Bridging Stereo Geometry and BEV Representation for Semantic Scene Completion

The paper "Bridging Stereo Geometry and BEV Representation with Reliable Mutual Interaction for Semantic Scene Completion" addresses a critical challenge in computer vision: achieving 3D semantic scene completion (SSC) using cost-effective camera inputs rather than expensive sensors like LiDAR. This problem is inherently complex due to the ill-posed nature of inferring detailed 3D structures from 2D image data. The authors present a novel framework, BRGScene, which leverages both stereo matching and bird's-eye-view (BEV) representation to overcome the inherent geometric ambiguities and limited observations typically encountered in camera-based approaches.

Framework Overview

BRGScene introduces a unified occupancy-based framework that combines stereo geometry with BEV features, significantly improving the ability to discern both geometric and semantic elements of a scene in a dense 3D context. The key innovation here is the Mutual Interactive Ensemble (MIE) block, which integrates stereo and BEV features through a bi-directional reliable interaction. This mechanism ensures fine-grained information exchange, enhancing the model's capacity to make reliable predictions even in scenarios with significant occlusion or reflection challenges.

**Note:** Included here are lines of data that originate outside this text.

def write_enhanced(header: StudyHeader, out: SeriesOutput, path: Path) -> Path:
    """Write the series as one Enhanced MR Image Storage multi-frame file."""
    plan, geo = out.plan, out.geometry
    path.parent.mkdir(parents=True, exist_ok=True)
    ds = _common(header, out, ENHANCED_MR_IMAGE_STORAGE)
    ds.SOPInstanceUID = out.sop_instance_uids[0]
    ds.InstanceNumber = out.first_instance + 1
    ds.ContentQualification = "PRODUCT"
    ds.AcquisitionDateTime = f"{header.study.date}{ds.AcquisitionTime}"
    # Enhanced MR Image module (PS3.3 C.8.13.1)
    ds.ImageType = _enhanced_image_type(plan)
    ds.PixelPresentation = "MONOCHROME"
    ds.VolumetricProperties = "VOLUME"
    ds.VolumeBasedCalculationTechnique = "NONE"
    ds.ComplexImageComponent = "MAGNITUDE"
    ds.AcquisitionContrast = _acquisition_contrast(plan, out.ti_ms)
    ds.ResonantNucleus = "1H"
    ds.KSpaceFiltering = "NONE"
    ds.ImagingFrequency = GYROMAGNETIC_MHZ_PER_T * header.field_strength_t
    ds.BurnedInAnnotation = "NO"
    ds.LossyImageCompression = "00"
    ds.PresentationLUTShape = "IDENTITY"
    # MR Pulse Sequence module (PS3.3 C.8.13.4)
    _, _, _, name = _scanning(plan)
    ds.PulseSequenceName = name
    ds.MRAcquisitionType = plan.acquisition
    ds.EchoPulseSequence = "GRADIENT" if plan.sequence == "GRE" else "SPIN"
    ds.MultipleSpinEcho = "YES" if plan.echo_train > 1 else "NO"
    ds.MultiPlanarExcitation = "YES" if plan.acquisition == "2D" else "NO"
    ds.PhaseContrast = "NO"
    ds.TimeOfFlightContrast = "NO"
    ds.Spoiling = "RF_AND_GRADIENT" if plan.sequence == "GRE" else "NONE"
    ds.SteadyStatePulseSequence = "NONE"
    ds.EchoPlanarPulseSequence = "YES" if plan.sequence in ("DWI", "ADC") else "NO"
    ds.SaturationRecovery = "NO"
    ds.SpectrallySelectedSuppression = "FAT" if plan.fat_sat else "NONE"
    ds.OversamplingPhase = "NONE"
    ds.GeometryOfKSpaceTraversal = "RECTILINEAR"
    ds.SegmentedKSpaceTraversal = "PARTIAL" if plan.echo_train > 1 else "SINGLE"
    ds.RectilinearPhaseEncodeReordering = "LINEAR"
    ds.NumberOfKSpaceTrajectories = 1
    ds.CoverageOfKSpace = "FULL"
    # Acquisition Context module: type 2, empty
    ds.AcquisitionContextSequence = DicomSequence([])
    # Enhanced Contrast/Bolus module (PS3.3 C.7.4.2), post-contrast series only
    if plan.contrast:
        agent = _item(ContrastBolusAgentNumber=1, ContrastBolusVolume=15.0)
        agent.ContrastBolusAgentSequence = DicomSequence([_code(codes.SCT.Gadobutrol)])
        agent.ContrastBolusAdministrationRouteSequence = DicomSequence(
            [_code(codes.SCT.IntravenousRoute)]
        )
        agent.ContrastBolusIngredientCodeSequence = DicomSequence([_code(codes.SCT.Gadolinium)])
        agent.ContrastBolusIngredientConcentration = 604.72  # mg/mL of gadobutrol 1.0 M
        ds.ContrastBolusAgentSequence = DicomSequence([agent])
        ds.ContrastBolusAgent = header.agent
    # Multi-frame Dimension module (PS3.3 C.7.6.17): stack, position in stack
    dim_uid = out.series_instance_uid + ".1" if len(out.series_instance_uid) < 62 else ""
    ds.DimensionOrganizationSequence = DicomSequence(
        [_item(DimensionOrganizationUID=dim_uid or out.sop_instance_uids[0])]
    )
    ds.DimensionOrganizationType = "3D"
    ds.DimensionIndexSequence = DicomSequence(
        [
            _item(
                DimensionOrganizationUID=dim_uid or out.sop_instance_uids[0],
                DimensionIndexPointer=0x00209056,  # StackID
                FunctionalGroupPointer=0x00209111,  # FrameContentSequence
                DimensionDescriptionLabel="Stack ID",
            ),
            _item(
                DimensionOrganizationUID=dim_uid or out.sop_instance_uids[0],
                DimensionIndexPointer=0x00209057,  # InStackPositionNumber
                FunctionalGroupPointer=0x00209111,
                DimensionDescriptionLabel="In-Stack Position Number",
            ),
        ]
    )
    # Shared functional groups
    shared = Dataset()
    shared.PixelMeasuresSequence = DicomSequence(
        [
            _item(
                PixelSpacing=[geo.spacing[1], geo.spacing[0]],
                SliceThickness=geo.slice_thickness,
                SpacingBetweenSlices=geo.spacing[2],
            )
        ]
    )
    shared.PlaneOrientationSequence = DicomSequence(
        [_item(ImageOrientationPatient=[round(v, 8) for v in (*geo.row, *geo.column)])]
    )
    shared.PixelValueTransformationSequence = DicomSequence(
        [_item(RescaleIntercept=out.intercept, RescaleSlope=out.slope, RescaleType="US")]
    )
    center, width = _window(out)
    shared.FrameVOILUTSequence = DicomSequence(
        [_item(WindowCenter=round(center, 3), WindowWidth=round(width, 3))]
    )
    shared.MRImageFrameTypeSequence = DicomSequence(
        [
            _item(
                FrameType=_enhanced_image_type(plan),
                PixelPresentation="MONOCHROME",
                VolumetricProperties="VOLUME",
                VolumeBasedCalculationTechnique="NONE",
                ComplexImageComponent="MAGNITUDE",
                AcquisitionContrast=_acquisition_contrast(plan, out.ti_ms),
            )
        ]
    )
    shared.MRTimingAndRelatedParametersSequence = DicomSequence(
        [
            _item(
                RepetitionTime=plan.tr_ms,
                FlipAngle=_flip(plan),
                EchoTrainLength=plan.echo_train,
                RFEchoTrainLength=plan.echo_train if plan.sequence != "GRE" else 0,
                GradientEchoTrainLength=1 if plan.sequence == "GRE" else 0,
                OperatingModeSequence=DicomSequence([]),
                SpecificAbsorptionRateSequence=DicomSequence([]),
            )
        ]
    )
    shared.MREchoSequence = DicomSequence([_item(EffectiveEchoTime=plan.te_ms)])
    modifier = _item(
        InversionRecovery="YES" if out.ti_ms is not None else "NO",
        FlowCompensation="NONE",
        T2Preparation="NO",
        SpatialPresaturation="NONE",
        PartialFourier="NO",
    )
    if out.ti_ms is not None:
        modifier.InversionTimes = [round(out.ti_ms, 1)]
    shared.MRModifierSequence = DicomSequence([modifier])
    shared.MRImagingModifierSequence = DicomSequence(
        [
            _item(
                MagnetizationTransfer="NONE",
                BloodSignalNulling="NO",
                Tagging="NONE",
                TransmitterFrequency=GYROMAGNETIC_MHZ_PER_T * header.field_strength_t,
                PixelBandwidth=200.0,
            )
        ]
    )
    shared.MRFOVGeometrySequence = DicomSequence(
        [
            _item(
                InPlanePhaseEncodingDirection="ROW",
                MRAcquisitionFrequencyEncodingSteps=geo.size[1],
                MRAcquisitionPhaseEncodingStepsInPlane=geo.size[0],
                PercentSampling=100.0,
                PercentPhaseFieldOfView=100.0,
            )
        ]
    )
    shared.MRAveragesSequence = DicomSequence([_item(NumberOfAverages=1.0)])
    if out.b_value is not None:  # MR Diffusion macro (PS3.3 C.8.13.5.9)
        shared.MRDiffusionSequence = DicomSequence(
            [_item(DiffusionBValue=out.b_value, DiffusionDirectionality="ISOTROPIC")]
        )
    if plan.contrast:
        shared.ContrastBolusUsageSequence = DicomSequence(
            [
                _item(
                    ContrastBolusAgentNumber=1,
                    ContrastBolusAgentAdministered="YES",
                    ContrastBolusAgentDetected="YES",
                )
            ]
        )
    ds.SharedFunctionalGroupsSequence = DicomSequence([shared])
    # Per-frame functional groups: position and dimension indices
    frames = []
    for k in range(geo.size[2]):
        item = Dataset()
        item.FrameContentSequence = DicomSequence(
            [
                _item(
                    StackID="1",
                    InStackPositionNumber=k + 1,
                    DimensionIndexValues=[1, k + 1],
                    FrameAcquisitionDateTime=ds.AcquisitionDateTime,
                    FrameReferenceDateTime=ds.AcquisitionDateTime,
                    FrameAcquisitionDuration=1000.0,
                )
            ]
        )
        item.PlanePositionSequence = DicomSequence(
            [_item(ImagePositionPatient=[round(v, 6) for v in geo.slice_position(k)])]
        )
        frames.append(item)
    ds.PerFrameFunctionalGroupsSequence = DicomSequence(frames)
    ds.NumberOfFrames = geo.size[2]
    ds.PixelData = np.ascontiguousarray(out.pixels, dtype="<u2").tobytes()
    ds.file_meta = _file_meta(ENHANCED_MR_IMAGE_STORAGE, ds.SOPInstanceUID)
    ds.save_as(path, enforce_file_format=True)
    return path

Two primary components of the MIE block are the Bi-directional Reliable Interaction (BRI) module and the Dual Volume Ensemble (DVE) module. The BRI module utilizes a confidence re-weighting strategy inspired by multi-view stereo (MVS) techniques to encourage precise stereo and BEV feature integration. Concurrently, the DVE module facilitates the complementary consolidation of stereo and BEV insights through channel-wise recalibration and multi-scale context aggregation.

Strong Numerical Results and Performance

Numerical results indicate that BRGScene outperforms existing camera-based solutions on the SemanticKITTI benchmark, achieving notable improvements in both intersection over union (IoU) for geometric completion and mean intersection over union (mIoU) for semantic segmentation tasks. Specifically, BRGScene yields a relative improvement of 14.5% in mIoU compared to VoxFormer-T, a state-of-the-art model utilizing stereo inputs. This performance gain underscores the effectiveness of the integrated stereo-BEV approach for scene completion.

Implications and Future Directions

The implications of this research are substantial for various applications in autonomous driving, robotics, and augmented reality, where cost-effective 3D scene understanding is paramount. By employing stereo cameras—an economically viable alternative to LiDAR—the proposed framework presents a scalable solution for real-time semantic scene completion with reliable performance across diverse environments.

Theoretically, the paper emphasizes the importance of integrating multi-source representations to address the limitations inherent in single-modality methods. This multi-faceted approach sets a precedent for future research aimed at exploiting complementary cues from different sensory inputs to improve scene understanding accuracy.

Future developments in this domain might explore further optimization of the interaction mechanisms between stereo and BEV features. Additionally, extending this framework to incorporate temporal dynamics could enhance the model's ability to predict scene changes and movements more effectively, thereby broadening its applicability to dynamic environments.

In conclusion, the paper provides a robust framework that bridges the gap between stereo geometry and BEV representation, advancing the state of the art in camera-based 3D semantic scene completion. The integration of advanced interaction modules and the highlighted results pave the way for more comprehensive and accessible solutions in the field of computer vision.